6) The defensive backs.  The reason why we are running a bend-don't-break defense is because of the ineptitude at defensive back.  I strongly believe that Mattison would like nothing more than to run an aggressive, in your face, defensive strategy but is crippled by being forced to compensate for defensive cornerbacks who are incapable adequate play when put man-to-man on an island.  This is a problem with talent.  It is being addressed with Dymonte Thomas and Jabrill Peppers.  This will take time.

These are truly the biggest issues with the team and the proper steps that need to be taken to solve the problems.  Merely saying, "I've lost faith in the coaching staff" is a fool's statement.  I suggest you stop sounding like a fool.

matty blue

December 30th, 2013 at 2:37 PM ^

i get that fred jackson has been around for a long time, and fresh start / new approach etc. etc. etc., and ty wheatley was one of my favorite players, but what exactly are you basing the "great / proven rb coach" description on?  i know he was at eastern for a while and now he's with with the bills, but neither of those teams have exactly set the world on fire, running backs-wise.  just asking.
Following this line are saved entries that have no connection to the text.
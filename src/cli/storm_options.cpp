#include "cli/storm_options.hpp"

#include <algorithm>
#include <string_view>

#include "cli/option_values.hpp"
#include "rainledger/base/number.hpp"
#include "rainledger/rain/hyetograph_csv.hpp"
#include "rainledger/reference/mass_curves.hpp"

namespace rainledger {
namespace {

template <class Value>
struct Word {
    std::string_view name;
    Value value;
};

constexpr std::array kPatterns{
    Word<StormPattern>{"alternating_blocks", StormPattern::alternating_blocks},
    Word<StormPattern>{"keifer_chu", StormPattern::keifer_chu},
    Word<StormPattern>{"triangular", StormPattern::triangular},
    Word<StormPattern>{"uniform", StormPattern::uniform},
    Word<StormPattern>{"mass_curve", StormPattern::mass_curve},
};
constexpr std::array kOrders{
    Word<EventOrder>{"time", EventOrder::time},
    Word<EventOrder>{"depth", EventOrder::depth},
    Word<EventOrder>{"peak_5", EventOrder::peak_5},
    Word<EventOrder>{"peak_15", EventOrder::peak_15},
    Word<EventOrder>{"peak_30", EventOrder::peak_30},
    Word<EventOrder>{"peak_60", EventOrder::peak_60},
    Word<EventOrder>{"rarity", EventOrder::rarity},
};

/// One word of a closed list.
template <class Value, std::size_t size>
std::string read_word(const Arguments& arguments, std::string_view option,
                      const std::array<Word<Value>, size>& words, std::optional<Value>& value) {
    const std::string* text = arguments.find(option);
    if (text == nullptr) return {};
    std::vector<std::string_view> names;
    for (const Word<Value>& word : words) {
        names.push_back(word.name);
        if (*text == word.name) value = word.value;
    }
    return value ? std::string() : unknown_word(option, *text, names);
}

std::string read_curve(const Arguments& arguments, StormOptions& options) {
    read_text(arguments, "curve", options.curve);
    if (!options.curve || find_mass_curve(*options.curve) != nullptr) return {};
    std::vector<std::string_view> names;
    for (const MassCurveEntry& entry : mass_curve_table())
        names.push_back(entry.name);
    return unknown_word("curve", *options.curve, names);
}

std::string read_peak_at(const Arguments& arguments, StormOptions& options) {
    const std::string* text = arguments.find("peak-at");
    if (text == nullptr) return {};
    const ParsedQuantity parsed = parse_share(*text);
    if (!parsed.value) return "--peak-at: " + parsed.problem + "; " + parsed.hint;
    if (!(*parsed.value >= 0.0 && *parsed.value <= 1.0))
        return "--peak-at: '" + *text + "' is no share of the duration; it must be from 0 to 1";
    options.peak_at = parsed.value;
    return {};
}

std::string read_event(const Arguments& arguments, StormOptions& options) {
    constexpr double kMostEvents = 1.0e9;
    const std::string* text = arguments.find("event");
    if (text == nullptr) return {};
    if (*text == "largest") {
        options.event = 0;
        return {};
    }
    const auto number = parse_number(*text);
    const bool sound = number && *number >= 1.0 && *number <= kMostEvents &&
                       text->find_first_not_of("0123456789") == std::string::npos;
    if (!sound)
        return "--event: '" + *text +
               "' is no event; write its number in the list of events, or 'largest'";
    options.event = static_cast<std::size_t>(*number);
    return {};
}

std::string read_zone(const Arguments& arguments, StormOptions& options) {
    read_text(arguments, "zone", options.zone);
    if (!options.zone || is_known_zone(*options.zone)) return {};
    return "--zone: '" + *options.zone +
           "' is not in the time zone database; write a zone by its place, such as 'Europe/Madrid'";
}

std::string read_values(const Arguments& arguments, StormOptions& options) {
    std::string problem = read_units(arguments, options.units);
    const auto then = [&](std::string next) {
        if (problem.empty()) problem = std::move(next);
    };
    const auto amount = [&](std::string_view option, Dimension dimension, std::string_view noun,
                            std::optional<double>& value, Zero zero = Zero::refused) {
        then(read_amount(arguments, option, dimension, noun, value, zero));
    };
    amount("every", Dimension::time, "step", options.every_h);
    amount("duration", Dimension::time, "duration", options.duration_h);
    amount("return-period", Dimension::frequency, "return period", options.return_period_yr);
    then(read_word(arguments, "pattern", kPatterns, options.pattern));
    then(read_peak_at(arguments, options));
    then(read_curve(arguments, options));
    amount("tip", Dimension::depth, "tip", options.tip_mm);
    then(read_zone(arguments, options));
    amount("dry-spell", Dimension::time, "dry spell", options.dry_spell_h);
    amount("threshold", Dimension::depth, "threshold", options.threshold_mm, Zero::allowed);
    then(read_word(arguments, "sort", kOrders, options.sort));
    then(read_event(arguments, options));
    return problem;
}

std::string file_problem(const StormOptions& options) {
    if (options.csv == "-")
        return "--csv: the steps go to a file, not to '-'; for standard output write --csv "
               "/dev/stdout";
    if (std::string problem = chart_problem(options.chart); !problem.empty()) return problem;
    if (std::string problem = standard_output_problem(options.json, options.chart);
        !problem.empty())
        return problem;
    const std::vector<Output> outputs = options.outputs();
    if (options.statistics)
        if (std::string problem =
                outputs_problem(outputs, *options.statistics, "table of statistics");
            !problem.empty())
            return problem;
    return outputs_problem(outputs, options.input, "input");
}

}  // namespace

bool StormOptions::has(std::string_view option) const {
    return std::ranges::find(given, option) != given.end();
}

std::optional<std::string> StormOptions::first_of(std::span<const OptionRow> rows) const {
    for (const OptionRow& row : rows)
        if (has(row.name)) return std::string(row.name);
    return std::nullopt;
}

std::vector<Output> StormOptions::outputs() const {
    std::vector<Output> outputs;
    add_output(outputs, "csv", csv);
    add_output(outputs, "json", json);
    add_output(outputs, "chart", chart);
    return outputs;
}

std::optional<StormOptions> read_storm_options(std::span<const std::string> given,
                                               std::string& problem) {
    const Arguments arguments = sort_arguments(given, kStormOptions);
    problem = arguments.problem;
    if (problem.empty())
        problem = input_problem(
            arguments, {"storm", "input", "write a quantity as one word: --every '5 min'", true});
    if (!problem.empty()) return std::nullopt;

    StormOptions options;
    options.input = arguments.words.front();
    for (const OptionRow& row : kStormOptions)
        if (arguments.has(row.name)) options.given.emplace_back(row.name);
    options.quiet = arguments.has("quiet");
    options.fit_formula = arguments.has("fit-formula");
    options.spread_tips = arguments.has("spread-tips");
    options.events = arguments.has("events");
    read_text(arguments, "csv", options.csv);
    read_text(arguments, "json", options.json);
    read_text(arguments, "chart", options.chart);
    read_text(arguments, "storm", options.storm);
    read_text(arguments, "statistics", options.statistics);
    problem = read_values(arguments, options);
    if (problem.empty()) problem = file_problem(options);
    if (!problem.empty()) return std::nullopt;
    return options;
}

}  // namespace rainledger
i would also suggest that dismissing the coaching staff as 'old' isn't really all that useful.  lots of older coaches are still very effective.  heck, most of us thought that was the case with greg mattison up until 6 weeks ago, right?


December 30th, 2013 at 2:44 PM ^

I usually HATE the posts that basically say "I think that we should fire coaches XY and Z and hire AB &C to replace them," because such posts are usually the equivalent of "just hire Saban, Harbaugh and Miles as HC, DC and OC and all will be fine."  But I really liked this comment. 

I am not 100% sold on firing Borges because the only thing that this season tells us is that he is not good at offense when he has a completely incompetent OL made up on underclassmen.  We don't know how he will do with a more experienced line.  That said, I can certainly see the argument for firing him, and if we do, Sanford would be a huge get.  The staff needs youth, which he brings, and he certainly knows how to succeed in a "Manball" offense. 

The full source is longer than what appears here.